--- Exercise aim ---
Your task is to copy every line of the entries that contains "mean".

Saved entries
"""Contract tests of EncodingClassifier: scikit-learn's estimator checks plus our own."""

import pickle

import numpy as np
import pytest
from sklearn.base import clone
from sklearn.datasets import load_iris
from sklearn.model_selection import GridSearchCV, train_test_split
from sklearn.pipeline import make_pipeline
from sklearn.preprocessing import StandardScaler
from sklearn.utils.estimator_checks import parametrize_with_checks

from hilbertune.errors import InvalidInputError, NotFittedError
from hilbertune.estimator import EncodingClassifier

# Checks that do not apply, with the reason (scikit-learn's expected_failed_checks hook).
# Currently every check of scikit-learn 1.9 passes, so the mapping is empty; entries would be
# reported as xfail, and strict mode turns an unexpected pass into a failure.
NOT_APPLICABLE = {}


def _expected_failures(estimator):
    return NOT_APPLICABLE


# Inner CV drawn once with 2 folds keeps the ~40 checks fast; selection itself is on (the
# default), so the checks cover the selecting fit.
@parametrize_with_checks([EncodingClassifier(random_state=0,
                                             selection_options={"folds": 2, "repeats": 1})],
                         expected_failed_checks=_expected_failures, xfail_strict=True)
def test_scikit_learn_estimator_checks(estimator, check):
    # scikit-learn's own contract suite (sklearn.utils.estimator_checks)
    check(estimator)


def two_blobs(n=40, seed=0):
    rng = np.random.default_rng(seed)
    y = np.arange(n) % 2
    X = rng.normal(scale=0.5, size=(n, 3)) + np.where(y[:, None] == 1, 1.0, -1.0)
    return X, y


def test_init_stores_parameters_unchanged_and_clone_copies_them():
    grid = (0.5, 5.0)
    est = EncodingClassifier(family="iqp", layers=1, c_grid=grid, steps=3, random_state=4)
    assert est.c_grid is grid and est.family == "iqp" and est.steps == 3
    copy = clone(est)
    assert copy.get_params() == est.get_params()
    assert not hasattr(copy, "params_")


def test_predict_before_fit_names_the_fix():
    with pytest.raises(NotFittedError, match=r"fit\(X, y\)"):
        EncodingClassifier().predict(np.zeros((2, 3)))


def test_string_labels_and_learned_attributes():
    X, y = two_blobs()
    labels = np.where(y == 1, "yes", "no")
    est = EncodingClassifier(steps=4, select=False, random_state=0).fit(X, labels)
    assert est.classes_.tolist() == ["no", "yes"]
    assert est.selection_ is None and est.chosen_ == "full/centered_alignment"
    assert set(est.predict(X)) <= {"no", "yes"}
    assert len(est.history_) == 5 and est.stop_reason_ == "completed 4 steps"
    assert set(est.params_) == {"weights", "biases", "log_bandwidth"}
    assert est.C_ in est.c_grid  # tuned by cross-validation
    decision = est.decision_function(X)
    assert decision.shape == (40,)
    np.testing.assert_array_equal(est.predict(X), est.classes_[(decision > 0).astype(int)])
    assert est.score(X, labels) > 0.9  # two well separated blobs


def test_fixed_c_is_used():
    X, y = two_blobs()
    est = EncodingClassifier(steps=2, C=3.0, random_state=0, selection_options=FAST).fit(X, y)
    assert est.C_ == 3.0 and est.svm_.C == 3.0
    assert est.selection_.scores  # the inner CV used the fixed C too (a one-value grid)


FAST = {"folds": 3, "repeats": 1}


def test_selection_is_the_default_and_keeps_what_it_reports():
    X, y = two_blobs(n=48, seed=3)
    est = EncodingClassifier(steps=6, random_state=1, selection_options=FAST).fit(X, y)
    names = [s.candidate.name for s in est.selection_.scores]
    assert names[0] == "untrained" and est.chosen_ in names
    assert "full/centered_alignment@6" in names and "full/ridge_loo@6" in names
    chosen = est.selection_.params[est.chosen_]
    for key in est.params_:
        np.testing.assert_array_equal(np.asarray(est.params_[key]), np.asarray(chosen[key]))
    if est.chosen_ in ("untrained",) or est.chosen_.startswith("rescaled"):
        assert est.history_ == [] and est.stop_reason_.startswith("not trained")
    else:
        assert est.history_ and est.stop_reason_.startswith("completed")


def test_untrained_only_selection_matches_a_plain_svm_on_the_starting_kernel():
    # independent path: the Gram from hilbertune.quantum_gram at the starting parameters,
    # C tuned the same way, then scikit-learn's SVC (sklearn.svm.SVC, precomputed kernel)
    from sklearn.svm import SVC

    from hilbertune.kernels import quantum_gram
    from hilbertune.training import TrainingSettings, starting_params, tune_svm_c

    X, y = two_blobs(n=40, seed=4)
    est = EncodingClassifier(steps=5, random_state=2,
                             selection_options={**FAST, "scopes": ("untrained",)}).fit(X, y)
    assert est.chosen_ == "untrained" and len(est.selection_.scores) == 1
    start = starting_params(est.blueprint_, X, y, TrainingSettings(steps=5,
                                                                     validation_fraction=0.0),
                            seed=2)
    K = np.asarray(quantum_gram(est.blueprint_, start, X), np.float64)
    C = tune_svm_c(K, y, est.c_grid, est.cv, 2).C
    X_new = two_blobs(n=12, seed=9)[0]
    reference = SVC(kernel="precomputed", C=C).fit(K, y).decision_function(
        np.asarray(quantum_gram(est.blueprint_, start, X_new, X), np.float64))
    # complex64 states on both paths, computed in a different order: float32 agreement
    np.testing.assert_allclose(est.decision_function(X_new), reference, atol=1e-3)


def test_a_class_with_one_row_keeps_the_untrained_encoding():
    X, y = two_blobs(n=21, seed=5)
    y = np.zeros(21, dtype=int)
    y[:10] = 1
    y[10] = 2  # a third class with a single row: no inner CV can judge a learned encoding
    est = EncodingClassifier(steps=3, C=1.0, random_state=0).fit(X, y)
    assert est.chosen_ == "untrained" and est.selection_ is None
    assert "single row" in est.stop_reason_


def test_multiclass_pipeline_with_reuploading_on_iris():
    # scikit-learn bundled iris: 3 classes, 4 features on 2 qubits (features re-uploaded)
    X, y = load_iris(return_X_y=True)
    X_train, X_test, y_train, y_test = train_test_split(X, y, test_size=0.3, random_state=0,
                                                        stratify=y)
    model = make_pipeline(StandardScaler(), EncodingClassifier(n_qubits=2, steps=10,
                                                               random_state=0,
                                                               selection_options=FAST))
    model.fit(X_train, y_train)
    est = model[-1]
    assert est.blueprint_.n_qubits == 2 and est.blueprint_.n_features == 4
    assert est.decision_function(StandardScaler().fit(X_train).transform(X_test)).shape == \
        (45, 3)
    assert model.score(X_test, y_test) > 0.8


def test_grid_search_over_c():
    X, y = two_blobs(n=48, seed=1)
    search = GridSearchCV(EncodingClassifier(steps=2, random_state=0, select=False),
                          {"C": [0.1, 10.0]}, cv=2).fit(X, y)
    assert search.best_params_["C"] in (0.1, 10.0)
    assert search.best_estimator_.C_ == search.best_params_["C"]


def test_same_random_state_same_predictions_and_pickle_round_trip():
    X, y = two_blobs(seed=2)
    a = EncodingClassifier(steps=3, random_state=5, selection_options=FAST).fit(X, y)
    b = EncodingClassifier(steps=3, random_state=5, selection_options=FAST).fit(X, y)
    assert a.chosen_ == b.chosen_
    np.testing.assert_array_equal(a.decision_function(X), b.decision_function(X))
    restored = pickle.loads(pickle.dumps(a))
    np.testing.assert_array_equal(restored.decision_function(X), a.decision_function(X))


@pytest.mark.parametrize("options, message", [
    ({"family": "angle", "n_qubits": 2}, "n_qubits"),
    ({"family": "layerd"}, "did you mean 'layered'"),
    ({"objective": "alignmen"}, "did you mean 'alignment'"),
    ({"C": -1.0}, "C must be"),
    ({"selection_options": {"fold": 3}}, "unknown selection_options"),
    ({"selection_options": {"rule": "median"}}, "unknown selection rule"),
])
def test_bad_hyperparameters_raise_at_fit(options, message):
    X, y = two_blobs()
    with pytest.raises(InvalidInputError, match=message):
        EncodingClassifier(steps=1, random_state=0, **options).fit(X, y)


def test_other_families_fit():
    X, y = two_blobs()
    for family in ("angle", "iqp"):
        est = EncodingClassifier(family=family, layers=1, steps=2, random_state=0,
                                 select=False).fit(X, y)
        assert est.blueprint_.family == family and est.score(X, y) > 0.8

--- Your response ---
    ({"family": "layerd"}, "did you mean 'layered'"),
    ({"objective": "alignmen"}, "did you mean 'alignment'"),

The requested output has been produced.